Genzyme Corp.'s effort to take over a key partner for $345 million took another twist this week.
After Genzyme narrowly lost a hotly contested shareholder vote last week to buy New York-based Bioenvision Inc., the two biotech companies have obtained a court order to reopen the polls this month to give shareholders yet another opportunity to approve the deal.
Genzyme, based in Cambridge, has already acquired 22 percent of Bioenvision's stock through a tender offer, and Bioenvision's board has voted to sell the rest of the company to Genzyme. But some shareholders, including Elliott Associates LP and SCO Capital Partners LLC, have complained that Genzyme's $5.60 per share offer is too low. Bioenvision shares were up 9 cents yesterday to close at $5.55, a 1.7 percent increase.
Bioenvision originally planned to complete the shareholder vote last Thursday. But after winning the support of only 47 percent of shares - 50 percent is needed for approval - it extended the voting until Friday morning.
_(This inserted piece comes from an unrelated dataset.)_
import type { Unmet } from '../problem/result';
import type { FormatInstant, Names } from './names';

export function sayUnmet(_unmet: Unmet, _names: Names, _formatInstant: FormatInstant): string {
  throw new Error('Not written yet.');
}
Despite rounding up some additional supporters, the merger vote still failed by 239,000 share votes, less than one-half of a percent of outstanding shares, according to court documents.
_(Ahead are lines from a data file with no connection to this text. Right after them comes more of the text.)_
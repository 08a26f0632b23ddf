import { type Calendar, NEVER } from './calendar';
import { CLOCK, type Compiled, type Crew, FREE, HOLD_DWELL, HOLD_UNTIL, SESSION } from './compiled';
import { curedBy } from './cured-by';
import { type Fit, type Layout, pushSpan } from './layout';
import { ReadyTimes } from './ready-times';

/** A `free` stage is not split into pieces shorter than this, but for its last. In minutes. */
const LEAST_PIECE = 30;

/** What a placement must not come before, who does it and where. Instants are minutes from the horizon's start. */
export interface Ask {
  stage: number;
  crew: Crew | null;
  housing: Int32Array | null;
  /** Minutes of work for this crew, extras for missed windows included. */
  minutes: number;
  lowStart: number;
  lowEnd: number;
  lowFinish: number;
  /** No start after this one is of use. */
  lastStart: number;
  /** Whether overtime may be worked. */
  overtime: boolean;
}

/** What a fit may overlook where a manager's word leaves no room: nothing; what is in the bays; other work too; calendars as well. */
export type Leniency = 'none' | 'bays' | 'other-work' | 'calendars';

/**
 * Finds the first time at which one stage fits beside what is laid out already, for one crew and one set of bays: serial
 * generation's inner step (Kelley 1963), on interval calendars. Each clash moves the start past what it clashed with, so the
 * search only goes forward and ends with the horizon.
 */
export class Fitter {
  leniency: Leniency = 'none';
  private readonly ready = new ReadyTimes();
  private readonly compiled: Compiled;
  private calendars: (Calendar | null)[] = [];
  private calendarCount = 0;
  /** Set by the span builders: the start found, and the end. */
  private from = 0;
  private until = 0;

  constructor(private readonly layout: Layout) {
    this.compiled = layout.compiled;
  }

  /** Fits a stage as early as may be; false where it fits nowhere before `lastStart` and the horizon's end. */
  fit(ask: Ask, out: Fit): boolean {
    this.gatherCalendars(ask);
    let t = ask.lowStart;
    while (t <= ask.lastStart) {
      if (!this.buildWork(ask, t, out) || this.until > this.compiled.horizonMinutes || this.from > ask.lastStart)
        return false;
      const finish = this.dwellEnd(ask, this.until);
      const retry = this.nextTry(ask, this.from, this.until, finish);
      if (retry < 0) {
        out.start = this.from;
        out.end = this.until;
        out.finish = finish;
        return true;
      }
      if (retry >= NEVER) return false;
      t = Math.max(retry, this.from + 1);
    }
    return false;
  }

  /** The crew's index where what is known of its free time applies to the ask; else -1. */
  private crewKnown(ask: Ask): number {
    if (!ask.crew || ask.overtime || this.leniency !== 'none' || ask.minutes === 0 || ask.minutes >= NEVER) return -1;
    return this.compiled.work.continuity[ask.stage] === CLOCK ? -1 : ask.crew.index;
  }

  /** When a stage's dwell would end after work that ends at an instant, where it is housed. */
  dwellEnd(ask: Pick<Ask, 'stage' | 'housing'>, end: number): number {
    return this.curedBy(ask.stage, ask.housing, end, this.compiled.work.dwellAge[ask.stage]);
  }

  /** The first minute by which an age is gained after `end` where the stage dwells. */
  curedBy(stage: number, housing: Int32Array | null, end: number, age: number): number {
    return curedBy(this.compiled, stage, housing, end, age);
  }

  /** -1 where all but the work itself holds too; else the next start worth trying. */
  private nextTry(ask: Ask, start: number, end: number, finish: number): number {
    if (finish >= NEVER) return NEVER;
    const late = Math.max(ask.lowEnd - end, ask.lowFinish - finish);
    if (late > 0) return start + late;
    const unattended = this.leniency === 'calendars' ? 0 : this.unattendedMinutes(ask, end);
    if (unattended > 0) return start + unattended;
    if (this.leniency !== 'none' || !ask.housing) return -1;
    return this.bayClash(ask, start, end, finish);
  }

  /** Minutes by which the end has to move for somebody's shift to reach over the attended time; 0 where one does. */
  private unattendedMinutes(ask: Ask, end: number): number {
    const attended = this.compiled.work.attended[ask.stage];
    if (attended === 0 || !ask.crew) return 0;
    let least = NEVER;
    for (const maker of ask.crew.makers) {
      const calendar = this.calendarOf(maker, ask.overtime);
      const i = calendar.indexAt(end);
      if (i >= calendar.count) continue;
      if (calendar.starts[i] <= end && calendar.ends[i] >= end + attended) return 0;
      // The work ends exactly where a shift starts, or inside one that is too short: it has to end in a later one.
      least = Math.min(least, calendar.starts[i] > end ? calendar.starts[i] - end : calendar.ends[i] - end + 1);
    }
    return least;
  }

  private bayClash(ask: Ask, start: number, end: number, finish: number): number {
    const { placeOf, placeUnits, placeHold, placeUntil } = this.compiled.work;
    const housing = ask.housing as Int32Array;
    let retry = -1;
    for (let k = 0; k < housing.length; k += 1) {
      const place = placeOf[ask.stage] + k;
      let until = end;
      if (placeHold[place] === HOLD_DWELL) until = finish;
      if (placeHold[place] === HOLD_UNTIL) {
        const last = placeUntil[place];
        // Until the stage that lets go has a place, its own dwell is the least that a hold will last.
        until = last >= 0 && this.layout.isPlaced[last] === 1 ? Math.max(end, this.layout.end[last]) : finish;
      }
      retry = Math.max(retry, this.layout.bays[housing[k]].clashEnd(start, until, placeUnits[place]));
    }
    return retry;
  }

  /** The first instant from `low` on at which bays have room for a stage to begin and work for at least so many minutes. */
  bayFreeFrom(stage: number, housing: Int32Array, minutes: number, low: number): number {
    const { placeOf, placeUnits } = this.compiled.work;
    let t = low;
    for (let settled = false; !settled && t < NEVER;) {
      settled = true;
      for (let k = 0; k < housing.length; k += 1) {
        const until = this.layout.bays[housing[k]].clashEnd(t, t + minutes, placeUnits[placeOf[stage] + k]);
        if (until <= t) continue;
        t = until;
        settled = false;
      }
    }
    return t;
  }

  private calendarOf(maker: number, overtime: boolean): Calendar {
    const { ordinary, extended } = this.compiled.makers;
    return overtime ? extended[maker] : ordinary[maker];
  }

  /** The calendars that the work must lie in: the crew's first, then the bays' opening hours. */
  private gatherCalendars(ask: Ask): void {
    this.calendarCount = 0;
    if (this.leniency === 'calendars') return;
    if (ask.crew)
      for (const maker of ask.crew.makers) this.calendars[this.calendarCount++] = this.calendarOf(maker, ask.overtime);
    if (!ask.housing) return;
    for (const bay of ask.housing) {
      const open = bay >= 0 ? this.compiled.bays.open[bay] : null;
      if (open) this.calendars[this.calendarCount++] = open;
    }
  }

  /** Builds the work from `t` on by the stage's continuity; false where the calendars end first. */
  private buildWork(ask: Ask, t: number, out: Fit): boolean {
    out.spanCount = 0;
    if (ask.minutes === 0) {
      this.from = t;
      this.until = t;
      return true;
    }
    if (ask.minutes >= NEVER) return false;
    const continuity = this.compiled.work.continuity[ask.stage];
    if (continuity === SESSION || continuity === CLOCK || this.calendarCount === 0)
      return this.buildSession(ask, t, out);
    return continuity === FREE ? this.buildFree(ask, t, out) : this.buildShifts(ask, t, out);
  }

  private buildSession(ask: Ask, from: number, out: Fit): boolean {
    let t = from;
    for (let settled = false; !settled;) {
      const before = t;
      for (let k = 0; k < this.calendarCount; k += 1) t = nextStretch(this.calendars[k] as Calendar, t, ask.minutes);
      if (t >= NEVER || t > ask.lastStart) return false;
      const booked = this.bookingOver(ask, t, t + ask.minutes);
      if (booked > t) t = booked;
      settled = t === before;
    }
    this.from = t;
    this.until = t + ask.minutes;
    pushSpan(out, t, this.until);
    return true;
  }

  /** The end of the longest-lasting booking of the crew that meets a stretch; -1 where none does. */
  private bookingOver(ask: Ask, start: number, end: number): number {
    if (!ask.crew || this.leniency === 'other-work' || this.leniency === 'calendars') return -1;
    const { makers } = ask.crew;
    let until = -1;
    for (let k = 0; k < makers.length; k += 1) {
      const bookings = this.layout.bookings[makers[k]];
      const i = bookings.indexAt(start);
      if (i < bookings.count && bookings.starts[i] < end && bookings.ends[i] > until) until = bookings.ends[i];
    }
    return until;
  }

  private buildShifts(ask: Ask, from: number, out: Fit): boolean {
    let at = from;
    let left = ask.minutes;
    while (left > 0) {
      const start = this.nextTogether(at);
      if (start >= NEVER || (left === ask.minutes && start > ask.lastStart)) return false;
      const end = Math.min(this.togetherUntil(start), start + left);
      const booked = this.bookingOver(ask, start, end);
      if (booked >= 0) {
        // A shift is not left half way: the whole stage begins after what it met.
        out.spanCount = 0;
        left = ask.minutes;
        at = booked;
        continue;
      }
      pushSpan(out, start, end);
      left -= end - start;
      at = end;
    }
    this.from = out.spans[0];
    this.until = at;
    return true;
  }

  private buildFree(ask: Ask, from: number, out: Fit): boolean {
    let at = from;
    let left = ask.minutes;
    while (left > 0) {
      const start = this.nextTogether(at);
      if (start >= NEVER || (left === ask.minutes && start > ask.lastStart)) return false;
      let end = Math.min(this.togetherUntil(start), start + left);
      const booked = this.bookingOver(ask, start, end);
      if (booked >= 0) end = Math.min(end, this.firstBookingStart(ask, start));
      if (end - start < Math.min(left, LEAST_PIECE)) {
        at = booked >= 0 && end <= start ? booked : Math.max(end, start + 1);
        continue;
      }
      pushSpan(out, start, end);
      left -= end - start;
      at = end;
    }
    this.from = out.spans[0];
    this.until = at;
    return true;
  }

  private firstBookingStart(ask: Ask, from: number): number {
    let first = NEVER;
    if (ask.crew)
      for (const maker of ask.crew.makers) first = Math.min(first, this.layout.bookings[maker].nextStart(from));
    return first;
  }

  /** The first minute from `t` on that lies in every calendar. */
  private nextTogether(t: number): number {
    let at = t;
    for (let k = 0, agreed = 0; agreed < this.calendarCount; k = (k + 1) % this.calendarCount) {
      const calendar = this.calendars[k] as Calendar;
      const i = calendar.indexAt(at);
      if (i >= calendar.count) return NEVER;
      if (calendar.starts[i] > at) {
        at = calendar.starts[i];
        agreed = 1;
      } else agreed += 1;
    }
    return at;
  }

  /** How long every calendar lasts from a minute that lies in all of them. */
  private togetherUntil(at: number): number {
    let end = NEVER;
    for (let k = 0; k < this.calendarCount; k += 1) {
      const calendar = this.calendars[k] as Calendar;
      end = Math.min(end, calendar.ends[calendar.indexAt(at)]);
    }
    return end;
  }
}

/** The first start from `t` on with `minutes` inside one stretch of a calendar; NEVER where there is none. */
function nextStretch(calendar: Calendar, t: number, minutes: number): number {
  for (let i = calendar.indexAt(t); i < calendar.count; i += 1) {
    const start = calendar.starts[i] > t ? calendar.starts[i] : t;
    if (calendar.ends[i] - start >= minutes) return start;
  }
  return NEVER;
}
But Bioenvision says the deal would have passed by 2.8 million votes if it were allowed to include the votes of a JPMorgan client, who attempted to vote 43 minutes after Bioenvision's chief executive Christopher Wood closed the polls.
To give the stockholder another chance to vote, Bioenvision and Genzyme jointly asked a Delaware court judge for permission to reconvene the shareholder meeting Oct. 22. Bioenvision and Genzyme said the court granted their request yesterday.
One of the shareholders who opposed the deal, SCO president Jeffrey Davis, said he has never seen such extraordinary efforts to extend a shareholder vote.
"At some point, the board and management of Bioenvision should heed the wishes of the common shareholders," said Davis, whose company controls 13 percent of Bioenvision's stock. Davis said SCO is reviewing its legal options, but was surprised to find out a judge granted the request before it had a chance to intervene. Elliott Associates, which has also opposed the deal and controls 6.7 percent of Bioenvision's shares, declined to comment.
Genzyme and Bioenvision already work closely because they share the rights to clofarabine, a leukemia treatment. By purchasing Bioenvision, Genzyme would gain full control of the drug and potentially have more flexibility.
While some shareholders have held out for a higher offer, Genzyme has repeatedly said it won't raise its $5.60 per share bid. In a letter to Bioenvision's board, Genzyme said no other company has been willing to pay more and Bioenvision faces considerable risk if it remains independent.